*What to do*
Transcribe the data underneath exactly, keeping every word in place.

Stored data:
impl Paths {
    fn of(s: &Scenario) -> Result<Paths> {
        if s.view.sources.is_empty() {
            return Ok(Paths { light: None, dark: None });
        }
        let light = assess_retina(&s.view)?;
        let needs_dark = s
            .schedule
            .as_ref()
            .is_some_and(|sc| sc.steps.iter().any(|st| st.phase.is_some_and(Phase::is_dark)));
        let dark = if needs_dark && s.dark_pupil != s.view.pupil {
            Some(assess_retina(&s.view_for(Some(Phase::Dark)))?)
        } else {
            None
        };
        Ok(Paths { light: Some(light), dark })
    }

    fn for_phase(&self, phase: Option<Phase>) -> Option<&RetinaReport> {
        match (&self.dark, phase) {
            (Some(d), Some(p)) if p.is_dark() => Some(d),
            _ => self.light.as_ref(),
        }
    }
}

fn assess_inner(s: &Scenario) -> Result<Assessment> {
    let paths = Paths::of(s)?;
    let mut provenance = Vec::new();
    let mut not_assessed = Vec::new();
    let steps = match (&s.schedule, &paths.light) {
        (Some(sc), Some(_)) => {
            sc.steps.iter().map(|st| step_light(s, &paths, sc, st)).collect::<Result<Vec<_>>>()?
        }
        (Some(sc), None) => sc.steps.iter().map(|st| dark_step(s, sc, st)).collect::<Result<Vec<_>>>()?,
        _ => Vec::new(),
    };
    let bleach = match &s.schedule {
        Some(sc) => {
            provenance.push(pigment_provenance(&sc.pigment));
            Some(run_bleach(sc, &steps)?)
        }
        None => None,
    };
    let evidence: Vec<Evidence> = s.guidance.iter().flat_map(|g| g.evidence.clone()).collect();
    let room = s.room.as_ref().map(|r| run_room(s, r, &evidence)).transpose()?;
    let guidance = guidance_rows(s, &steps, room.as_ref(), &mut not_assessed);
    let targets: Vec<_> = s
        .schedule
        .iter()
        .flat_map(|sc| sc.steps.iter().map(|st| (st.targets, pupil_adapts(s, st))))
        .collect();
    let brightest = brightest(&steps, &targets, &s.guidance, &guidance, &mut not_assessed);
    for g in &s.guidance {
        provenance.push(guidance_provenance(g));
    }
    let limits = match &s.limits {
        Some(l) => run_limits(s, l, &mut provenance, &mut not_assessed)?,
        None => Vec::new(),
    };
    if let Some(r) = &paths.light {
        for src in r.sources.iter().filter(|x| x.retinal.is_none()) {
            not_assessed
                .push(format!("{}: retinal quantities (the radiance the eye sees is not known)", src.label));
        }
    }
    let limit_exceeded = limits.iter().any(|l| l.hazards.iter().any(|h| h.verdict == Verdict::Exceeds));
    let flag_raised = guidance.iter().any(|g| g.flag.raised) || room.as_ref().is_some_and(|r| r.flagged > 0);
    Ok(Assessment {
        name: s.name.clone(),
        title: s.title.clone(),
        description: s.description.clone(),
        species: s.species,
        cautions: cautions(s),
        provenance,
        pupils: paths.light.as_ref().map(|l| PupilUse {
            light: l.pupil.clone(),
            dark: paths.dark.as_ref().map_or_else(
                || steps.iter().any(|st| st.phase.is_some_and(Phase::is_dark)).then(|| l.pupil.clone()),
                |d| Some(d.pupil.clone()),
            ),
            dark_basis: s.dark_pupil_basis,
        }),
        spectra: paths.light.as_ref().map_or_else(Vec::new, |r| {
            s.source_ids.iter().cloned().zip(r.sources.iter().map(|x| x.corneal_irradiance.clone())).collect()
        }),
        retina: paths.light,
        steps,
        bleach,
        limits,
        guidance,
        brightest,
        evidence,
        room,
        not_assessed,
        limit_exceeded,
        flag_raised,
    })
}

*Answer section*
impl Paths {
    fn of(s: &Scenario) -> Result<Paths> {
        if s.view.sources.is_empty() {
            return Ok(Paths { light: None, dark: None });
        }
        let light = assess_retina(&s.view)?;
        let needs_dark = s
            .schedule
            .as_ref()
            .is_some_and(|sc| sc.steps.iter().any(|st| st.phase.is_some_and(Phase::is_dark)));
        let dark = if needs_dark && s.dark_pupil != s.view.pupil {
            Some(assess_retina(&s.view_for(Some(Phase::Dark)))?)
        } else {
            None
        };
        Ok(Paths { light: Some(light), dark })
    }

    fn for_phase(&self, phase: Option<Phase>) -> Option<&RetinaReport> {
        match (&self.dark, phase) {
            (Some(d), Some(p)) if p.is_dark() => Some(d),
            _ => self.light.as_ref(),
        }
    }
}

fn assess_inner(s: &Scenario) -> Result<Assessment> {
    let paths = Paths::of(s)?;
    let mut provenance = Vec::new();
    let mut not_assessed = Vec::new();
    let steps = match (&s.schedule, &paths.light) {
        (Some(sc), Some(_)) => {
            sc.steps.iter().map(|st| step_light(s, &paths, sc, st)).collect::<Result<Vec<_>>>()?
        }
        (Some(sc), None) => sc.steps.iter().map(|st| dark_step(s, sc, st)).collect::<Result<Vec<_>>>()?,
        _ => Vec::new(),
    };
    let bleach = match &s.schedule {
        Some(sc) => {
            provenance.push(pigment_provenance(&sc.pigment));
            Some(run_bleach(sc, &steps)?)
        }
        None => None,
    };
    let evidence: Vec<Evidence> = s.guidance.iter().flat_map(|g| g.evidence.clone()).collect();
    let room = s.room.as_ref().map(|r| run_room(s, r, &evidence)).transpose()?;
    let guidance = guidance_rows(s, &steps, room.as_ref(), &mut not_assessed);
    let targets: Vec<_> = s
        .schedule
        .iter()
        .flat_map(|sc| sc.steps.iter().map(|st| (st.targets, pupil_adapts(s, st))))
        .collect();
    let brightest = brightest(&steps, &targets, &s.guidance, &guidance, &mut not_assessed);
    for g in &s.guidance {
        provenance.push(guidance_provenance(g));
    }
    let limits = match &s.limits {
        Some(l) => run_limits(s, l, &mut provenance, &mut not_assessed)?,
        None => Vec::new(),
    };
    if let Some(r) = &paths.light {
        for src in r.sources.iter().filter(|x| x.retinal.is_none()) {
            not_assessed
                .push(format!("{}: retinal quantities (the radiance the eye sees is not known)", src.label));
        }
    }
    let limit_exceeded = limits.iter().any(|l| l.hazards.iter().any(|h| h.verdict == Verdict::Exceeds));
    let flag_raised = guidance.iter().any(|g| g.flag.raised) || room.as_ref().is_some_and(|r| r.flagged > 0);
    Ok(Assessment {
        name: s.name.clone(),
        title: s.title.clone(),
        description: s.description.clone(),
        species: s.species,
        cautions: cautions(s),
        provenance,
        pupils: paths.light.as_ref().map(|l| PupilUse {
            light: l.pupil.clone(),
            dark: paths.dark.as_ref().map_or_else(
                || steps.iter().any(|st| st.phase.is_some_and(Phase::is_dark)).then(|| l.pupil.clone()),
                |d| Some(d.pupil.clone()),
            ),
            dark_basis: s.dark_pupil_basis,
        }),
        spectra: paths.light.as_ref().map_or_else(Vec::new, |r| {
            s.source_ids.iter().cloned().zip(r.sources.iter().map(|x| x.corneal_irradiance.clone())).collect()
        }),
        retina: paths.light,
        steps,
        bleach,
        limits,
        guidance,
        brightest,
        evidence,
        room,
        not_assessed,
        limit_exceeded,
        flag_raised,
    })
}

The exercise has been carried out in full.